Action item: Please count the lines in the data below that hold "export" and answer with the number by itself.

Dataset records:
_ _ _ _ _ _ _
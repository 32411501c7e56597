/** The general-purpose peers in C: built where a compiler and their libraries are, run in the same benchmark, named as missing elsewhere. */
import { spawnSync } from 'node:child_process';
import { existsSync, mkdirSync } from 'node:fs';
import { dirname, join, resolve } from 'node:path';
import { fileURLToPath } from 'node:url';

const sources = join(dirname(fileURLToPath(import.meta.url)), 'peers');
const builds = resolve(sources, '../../../.cache/bench');

export const REFERENCE_FILE = join(sources, 'reference.txt');

export interface PeerRecord {
  readonly w: string;
  readonly peer: string;
  readonly [key: string]: string | number | null;
}

const PROGRAMS = {
  radau: ['-lm'],
  ida: [
    '-I/usr/include/suitesparse',
    ...['idas', 'nvecserial', 'sunmatrixdense', 'sunmatrixsparse', 'sunlinsoldense', 'sunlinsolklu'].map(
      (name) => `-lsundials_${name}`,
    ),
    '-lklu',
    '-lm',
  ],
  linear: ['-lklu', '-lm'],
} as const;

/** Builds and runs one peer; its records, or why there are none. */
export function runPeer(
  program: keyof typeof PROGRAMS,
  secondsEach: number,
  ...options: string[]
): readonly PeerRecord[] | string {
  const missing = prepare(program);
  if (missing) return missing;
  mkdirSync(builds, { recursive: true });
  const binary = join(builds, program);
  const build = spawnSync(
    'gcc',
    ['-O2', `-I${sources}`, '-o', binary, join(sources, `${program}.c`), ...PROGRAMS[program]],
    { encoding: 'utf8' },
  );
  if (build.status !== 0) return `the peer ${program} does not build here: ${build.stderr.split('\n')[0]}`;
  const run = spawnSync(binary, options, {
    encoding: 'utf8',
    maxBuffer: 1 << 26,
    env: { ...process.env, PEERS_BUDGET: String(secondsEach), PEERS_REF: REFERENCE_FILE },
  });
  if (run.status !== 0) return `the peer ${program} failed here`;
  return run.stdout
    .trim()
    .split('\n')
    .map((line) => JSON.parse(line) as PeerRecord);
}

/** Installs what is missing where that is allowed; says what still is. */
function prepare(program: keyof typeof PROGRAMS): string | undefined {
  const needs =
    program === 'radau' ? [] : program === 'ida' ? ['/usr/include/idas/idas.h'] : ['/usr/include/suitesparse/klu.h'];
  const lacking = (): boolean =>
    spawnSync('gcc', ['--version']).status !== 0 || needs.some((file) => !existsSync(file));
  if (lacking() && process.getuid?.() === 0 && spawnSync('apt-get', ['--version']).status === 0) {
    const install = (): void => {
      spawnSync('apt-get', ['install', '-y', '-qq', 'gcc', 'libc6-dev', 'libsundials-dev', 'libsuitesparse-dev']);
    };
    install();
    if (lacking()) {
      spawnSync('apt-get', ['update', '-qq']);
      install();
    }
  }
  return lacking()
    ? `the peer ${program} is missing: it needs gcc and Debian’s libsundials-dev and libsuitesparse-dev`
    : undefined;
}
_ _ _ _ _ _ _
Response area: 3